Start of Excerpted records

// The casebook's rules: who may see, edit, vote on and comment on a case; readings and links checked
// against the board; a revision with each change; votes ranked by the Wilson bound.
import { normalizeNetName } from '@railyard/board-analysis';
import {
  roleAtLeast,
  type CaseComment,
  type CaseConfirmation,
  type CaseCreate,
  type CaseDetail,
  type CaseFlag,
  type CaseListQuery,
  type CaseListResponse,
  type CaseMergeInput,
  type CaseMergeSummary,
  type CasePageQuery,
  type CaseRevision,
  type CaseRevisionSnapshot,
  type CaseScore,
  type CaseSort,
  type CaseUpdate,
  type SessionUser,
  type SimilarCase,
  type SimilarCasesQuery,
} from '@railyard/shared';
import { caseEvidence, caseRankScore, reputation } from '@railyard/vote-ranking';
import { AppError } from '../../lib/app-error';
import type { BoardsRepository } from '../boards/boards.repository';
import type {
  CaseFields,
  CaseLinks,
  CaseMergeStore,
  CaseModerationChange,
  CaseRecord,
  CaseScorer,
  CasebookRepository,
} from './casebook.repository';
import { nameCandidates, renderCaseMarkdown, type BoardNames } from './case-markdown';
import { caseMergeRecordSchema, countMoves, rowsLeftBehind, type CaseMergeRecord } from './case-merge-record';

export type CaseModerationAction = 'lock' | 'unlock' | 'hide' | 'restore';

/** Who is asking: null when signed out. */
export type Viewer = Pick<SessionUser, 'id' | 'role'> | null;

const scorer: CaseScorer = (votes, confirmedBy) => {
  const evidence = caseEvidence(votes, confirmedBy);
  return { ups: evidence.ups, downs: evidence.downs, confirmations: evidence.confirmations, rankScore: caseRankScore(evidence) };
};

/**
 * After rows moved between a duplicate and the case it was merged into (either way): both cases' counts,
 * rank and search text from what each now holds; the kept case's links, for its revision.
 */
async function refreshBoth(store: CaseMergeStore, fromId: number, intoId: number) {
  const fromLinks = await store.linksOf(fromId);
  const intoLinks = await store.linksOf(intoId);
  await store.refresh(fromId, searchTextOf(fromLinks.nets, fromLinks.components), scorer);
  await store.refresh(intoId, searchTextOf(intoLinks.nets, intoLinks.components), scorer);
  return intoLinks;
}

/** The fields and links a revision records (a merge's revision carries the duplicate's besides). */
type SnapshotField = Exclude<keyof CaseRevisionSnapshot, 'merged'>;

/** Field names as people read them, in the order revisions list them. */
const fieldLabels: Record<SnapshotField, string> = {
  status: 'status',
  title: 'title',
  symptom: 'symptom',
  rootCause: 'root cause',
  fixSteps: 'fix steps',
  body: 'write-up',
  outcome: 'outcome',
  minutesSpent: 'time spent',
  readings: 'readings',
  nets: 'nets',
  components: 'parts',
};
const snapshotKeys = Object.keys(fieldLabels) as SnapshotField[];

function sentenceList(items: string[]): string {
  if (items.length <= 1) return items.join('');
  return `${items.slice(0, -1).join(', ')} and ${items.at(-1)}`;
}

/** Names a full-text search should find a case by, beside its text: its nets and parts. */
function searchTextOf(nets: { name: string }[], components: { refdes: string }[]): string {
  return [...nets.map((n) => n.name), ...components.map((c) => c.refdes)].join(' ');
}

function changedFields(before: CaseRevisionSnapshot, after: CaseRevisionSnapshot): SnapshotField[] {
  return snapshotKeys.filter((key) => JSON.stringify(before[key]) !== JSON.stringify(after[key]));
}

function invalid(issues: { field: string; message: string }[]): AppError {
  return new AppError(400, 'invalid_request', 'The request is not valid', { issues });
}

/** The name a notification shows for the person who acted (names are limited to 100 characters there). */
const displayName = (user: Pick<SessionUser, 'login' | 'name'>) => (user.name || user.login).slice(0, 100);

const forbidden = (message: string) => new AppError(403, 'forbidden', message);
const caseNotFound = (id: number) => AppError.notFound(`Case ${id}`);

End of Excerpted records

Exercise requirements:
Every line from the one containing "characters there). */" through the last line above should be retyped exactly; no other lines are wanted.

Solution for this exercise:
/** The name a notification shows for the person who acted (names are limited to 100 characters there). */
const displayName = (user: Pick<SessionUser, 'login' | 'name'>) => (user.name || user.login).slice(0, 100);

const forbidden = (message: string) => new AppError(403, 'forbidden', message);
const caseNotFound = (id: number) => AppError.notFound(`Case ${id}`);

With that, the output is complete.